Смеюсь и слышу звук воды. Встаю, чтобы убрать со стола, и взгляд невольно цепляется за почти севшее солнце за окном. Красиво. Если не задумываться о том, в какой дыре нахожусь.
Тишину разорвал звонок телефона. Смотрю на экран — папа.
— Алло, — отвечаю.
— Как Станислава? Не убили друг друга? — слышу обеспокоенный голос отца.
— Все нормально. Сегодня занимались организацией, послезавтра похороны. Думаю, дня через три приедем.
— Я насчет обоих решил вопрос с ректором, так что не переживайте.
«Я и не переживал», — думаю.
Вслух сухо говорю:
— Спасибо.
Еще пара вопросов о его работе, о состоянии няньки, и отключаемся. Как раз когда Стася выходит из душа.
Бля, красивая. Мокрые и без того темные волосы стали еще темнее и волнами ложатся по плечам, оставляя капли, что стекают вниз и невольно приковывают взгляд. Хорошо хоть оделась в одну из своих пижам и не щеголяет в полотенце. Щеки розовые, веснушки на них еще больше светятся.
— С легким паром, — говорю слишком хриплым голосом, что аж сам себе поражаюсь.
Стася опускает смущенный взгляд и бормочет что-то вроде: «Спасибо, засранец», заставляя меня усмехнуться.
Не дожидаясь большего, иду в том же направлении. После вида Стаси мыться в горячей воде не особо хочется, потому подставляю лицо прохладным струям.
Ладно, сглупил. Как бы ни прикалывался над ней, а ведь и в самом деле оставаться один на один в одной кровати — затея тупая. Одно дело, когда ей было плохо, там вообще не до таких мыслей было, но сейчас… Хотя, вроде же, ей до сих пор плохо? Или нет? Запутался.
Выхожу из душа, оставляя за собой тропинку из мокрых следов, накидываю полотенце на бедра и выхожу.
— Романов! — орет на меня цербер и отворачивается.
— Да я случайно забыл вещи! Не кричи, сейчас заберу и уйду.
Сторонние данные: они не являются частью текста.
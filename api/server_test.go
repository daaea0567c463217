package api

import (
	"context"
	"encoding/json"
	"net/http"
	"net/http/httptest"
	"strings"
	"testing"

	"github.com/google/go-cmp/cmp"

	"ridgehop/internal/assess"
	"ridgehop/internal/store"
	"ridgehop/internal/telemetry"
	"ridgehop/profile"
)

func TestAnAssessmentCanBeMadeReadAndDrawn(t *testing.T) {
	h := service(t, nil)
	made := ask(h, http.MethodPost, "/v1/assessments", goodLink)
	if made.Code != http.StatusCreated {
		t.Fatalf("status: got %d, want 201: %s", made.Code, made.Body)
	}
	var got Assessment
	if err := json.Unmarshal(made.Body.Bytes(), &got); err != nil {
		t.Fatal(err)
	}
	if want := "/v1/assessments/" + got.Id; made.Header().Get("Location") != want || got.Links.Self != want {
		t.Errorf("location and self link: got %q and %q, want %q", made.Header().Get("Location"), got.Links.Self, want)
	}
	read := ask(h, http.MethodGet, got.Links.Self, "")
	if diff := cmp.Diff(read.Body.String(), made.Body.String()); diff != "" {
		t.Errorf("read is not what was made: %s", diff)
	}
	if again := ask(h, http.MethodPost, "/v1/assessments", goodLink); again.Body.String() != made.Body.String() || again.Code != http.StatusCreated {
		t.Errorf("the same question: got %d %s", again.Code, again.Body)
	}
	picture := ask(h, http.MethodGet, got.Links.Svg, "")
	if picture.Code != http.StatusOK || picture.Header().Get("Content-Type") != "image/svg+xml" {
		t.Errorf("drawing: got %d %q", picture.Code, picture.Header().Get("Content-Type"))
	}
	if !strings.Contains(picture.Body.String(), "North") {
		t.Error("the drawing does not name end A")
	}
	if csp := picture.Header().Get("Content-Security-Policy"); !strings.Contains(csp, "default-src 'none'") || !strings.Contains(csp, "sandbox") {
		t.Errorf("content security policy: got %q", csp)
	}
}

func TestSamplesAreAddedOnRequest(t *testing.T) {
	h := service(t, nil)
	var plain, full Assessment
	made := ask(h, http.MethodPost, "/v1/assessments", goodLink)
	if err := json.Unmarshal(made.Body.Bytes(), &plain); err != nil {
		t.Fatal(err)
	}
	read := ask(h, http.MethodGet, plain.Links.Self+"?include=samples", "")
	if err := json.Unmarshal(read.Body.Bytes(), &full); err != nil {
		t.Fatal(err)
	}
	if plain.Samples != nil || full.Samples == nil {
		t.Fatalf("samples: got %v without and %v with include", plain.Samples, full.Samples)
	}
	for name, n := range map[string]int{
		"distance_m": len(full.Samples.DistanceM), "ground_m": len(full.Samples.GroundM), "cover_m": len(full.Samples.CoverM),
		"bulge_m": len(full.Samples.BulgeM), "line_m": len(full.Samples.LineM), "f1_m": len(full.Samples.F1M),
	} {
		if n != int(full.Terrain.Samples) {
			t.Errorf("%s: got %d entries, want %d", name, n, full.Terrain.Samples)
		}
	}
	full.Samples = nil
	if diff := cmp.Diff(full, plain); diff != "" {
		t.Errorf("include=samples changes the rest: %s", diff)
	}
	if wrong := ask(h, http.MethodGet, plain.Links.Self+"?include=all", ""); wrong.Code != http.StatusBadRequest {
		t.Errorf("include=all: got %d, want 400", wrong.Code)
	}
}

func TestETagsAnswerNotModified(t *testing.T) {
	h := service(t, nil)
	made := ask(h, http.MethodPost, "/v1/assessments", goodLink)
	self := made.Header().Get("Location")
	tags := map[string]bool{}
	for _, path := range []string{self, self + "?include=samples", self + "/profile.svg"} {
		first := ask(h, http.MethodGet, path, "")
		tag := first.Header().Get("ETag")
		if tag == "" || tags[tag] {
			t.Errorf("%s: ETag %q is missing or shared with another representation", path, tag)
		}
		tags[tag] = true
		for _, known := range []string{tag, "W/" + tag, `"other", ` + tag, "*"} {
			if again := ask(h, http.MethodGet, path, "", "If-None-Match", known); again.Code != http.StatusNotModified || again.Body.Len() != 0 {
				t.Errorf("%s with %s: got %d and %d bytes, want 304 and none", path, known, again.Code, again.Body.Len())
			}
		}
		if again := ask(h, http.MethodGet, path, "", "If-None-Match", `"other"`); again.Code != http.StatusOK {
			t.Errorf("%s with another tag: got %d, want 200", path, again.Code)
		}
	}
}

func TestRasterListShowsTheUnusable(t *testing.T) {
	h := service(t, func(d *Dependencies) {
		d.Lister = listed{{Name: "bad.tif", Problem: "cannot be read: the file is empty (0 bytes)"}, {Name: "good.hgt", Kind: profile.KindUnstated, Version: "1", EPSG: 4326, HasNoData: true, NoData: -32768}}
	})
	var got RasterList
	if err := json.Unmarshal(ask(h, http.MethodGet, "/v1/rasters", "").Body.Bytes(), &got); err != nil {
		t.Fatal(err)
	}
	if len(got.Rasters) != 2 || got.Rasters[0].Usable || *got.Rasters[0].Problem == "" || !got.Rasters[1].Usable || *got.Rasters[1].Nodata != -32768 {
		t.Errorf("got %+v", got.Rasters)
	}
}

func TestHealth(t *testing.T) {
	health := telemetry.NewHealth(telemetry.Check{Name: "store", Run: func(context.Context) (string, error) { return "", store.ErrUnavailable }})
	h := service(t, func(d *Dependencies) { d.Health = health })
	if got := ask(h, http.MethodGet, "/livez", ""); got.Code != http.StatusOK {
		t.Errorf("livez: got %d, want 200", got.Code)
	}
	if got := ask(h, http.MethodGet, "/readyz", ""); got.Code != http.StatusServiceUnavailable || !strings.Contains(got.Body.String(), store.ErrUnavailable.Error()) {
		t.Errorf("readyz: got %d %s", got.Code, got.Body)
	}
	well := telemetry.NewHealth()
	h = service(t, func(d *Dependencies) { d.Health = well })
	if got := ask(h, http.MethodGet, "/readyz", ""); got.Code != http.StatusOK {
		t.Errorf("readyz: got %d, want 200", got.Code)
	}
	well.Drain()
	if got := ask(h, http.MethodGet, "/readyz", ""); got.Code != http.StatusServiceUnavailable {
		t.Errorf("readyz while shutting down: got %d, want 503", got.Code)
	}
}

func TestPagesNeedNoNetwork(t *testing.T) {
	h := service(t, nil)
	page := ask(h, http.MethodGet, "/docs", "").Body.String()
	for _, banned := range []string{"<script", "http-equiv", "src=", "url(", "@import", "https://"} {
		if strings.Contains(page, banned) {
			t.Errorf("the page holds %q", banned)
		}
	}
	for _, wanted := range []string{"/v1/assessments", "frequency_ghz", "schema-Clearance", "problem-invalid-request", "profile.svg", "code-line_cut"} {
		if !strings.Contains(page, wanted) {
			t.Errorf("the page lacks %q", wanted)
		}
	}
	if got := ask(h, http.MethodGet, "/openapi.yaml", "").Body.String(); got != string(contractYAML) {
		t.Error("/openapi.yaml is not the contract")
	}
	if got := ask(h, http.MethodGet, "/", ""); got.Header().Get("Location") != "/docs" {
		t.Errorf("/: got %q, want a redirect to /docs", got.Header().Get("Location"))
	}
	if got := ask(h, http.MethodGet, "/metrics", ""); !strings.Contains(got.Body.String(), "ridgehop_http_request_duration_seconds") {
		t.Error("/metrics lacks the request durations")
	}
}

func TestOverloadIsRefusedBeforeTheBodyIsRead(t *testing.T) {
	entered, leave := make(chan struct{}), make(chan struct{})
	h := service(t, func(d *Dependencies) { d.Assessor = waiting{entered: entered, leave: leave}; d.MostAtOnce = 1 })
	done := make(chan *httptest.ResponseRecorder)
	go func() { done <- ask(h, http.MethodPost, "/v1/assessments", goodLink) }()
	<-entered
	refused := ask(h, http.MethodPost, "/v1/assessments", goodLink)
	if refused.Code != http.StatusServiceUnavailable || refused.Header().Get("Retry-After") != "1" {
		t.Errorf("second request: got %d, Retry-After %q", refused.Code, refused.Header().Get("Retry-After"))
	}
	if got := ask(h, http.MethodGet, "/livez", ""); got.Code != http.StatusOK {
		t.Errorf("livez under load: got %d, want 200", got.Code)
	}
	close(leave)
	<-done
}

// waiting holds its request until it is told to leave.
type waiting struct {
	fresh
	entered, leave chan struct{}
}

func (w waiting) Assess(context.Context, assess.Request) (*assess.Assessment, error) {
	w.entered <- struct{}{}
	<-w.leave
	return nil, store.ErrNotFound
}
Самому смешно. Подхватываю рюкзак и возвращаюсь в ванную комнату. Обтираюсь, натягиваю черные шорты. И понимаю, что футболка осталась у нее дома. А из верха только черная рубашка для нелицеприятного мероприятия.
Когда вышел, Стася уже лежала на кровати и листала что-то в телефоне. Скосила на меня глаза и их же закатила.
— Ты забыл надеть футболку.
— Ты неправильно выразилась, — смеюсь и падаю рядом с ней. Жду, когда посмотрит на меня, а когда она переводит взгляд, добавляю: — Правильно сказать — ты забыла положить мою футболку.
— Серьезно?
— Абсолютно, — укладываюсь на подушки, закидывая руки за голову.
Наблюдаю, как зеленые глаза скользят по моему торсу, а затем красивая головушка резко отворачивается.
— Посмотрим фильм? — тихо спрашивает, не глядя на меня.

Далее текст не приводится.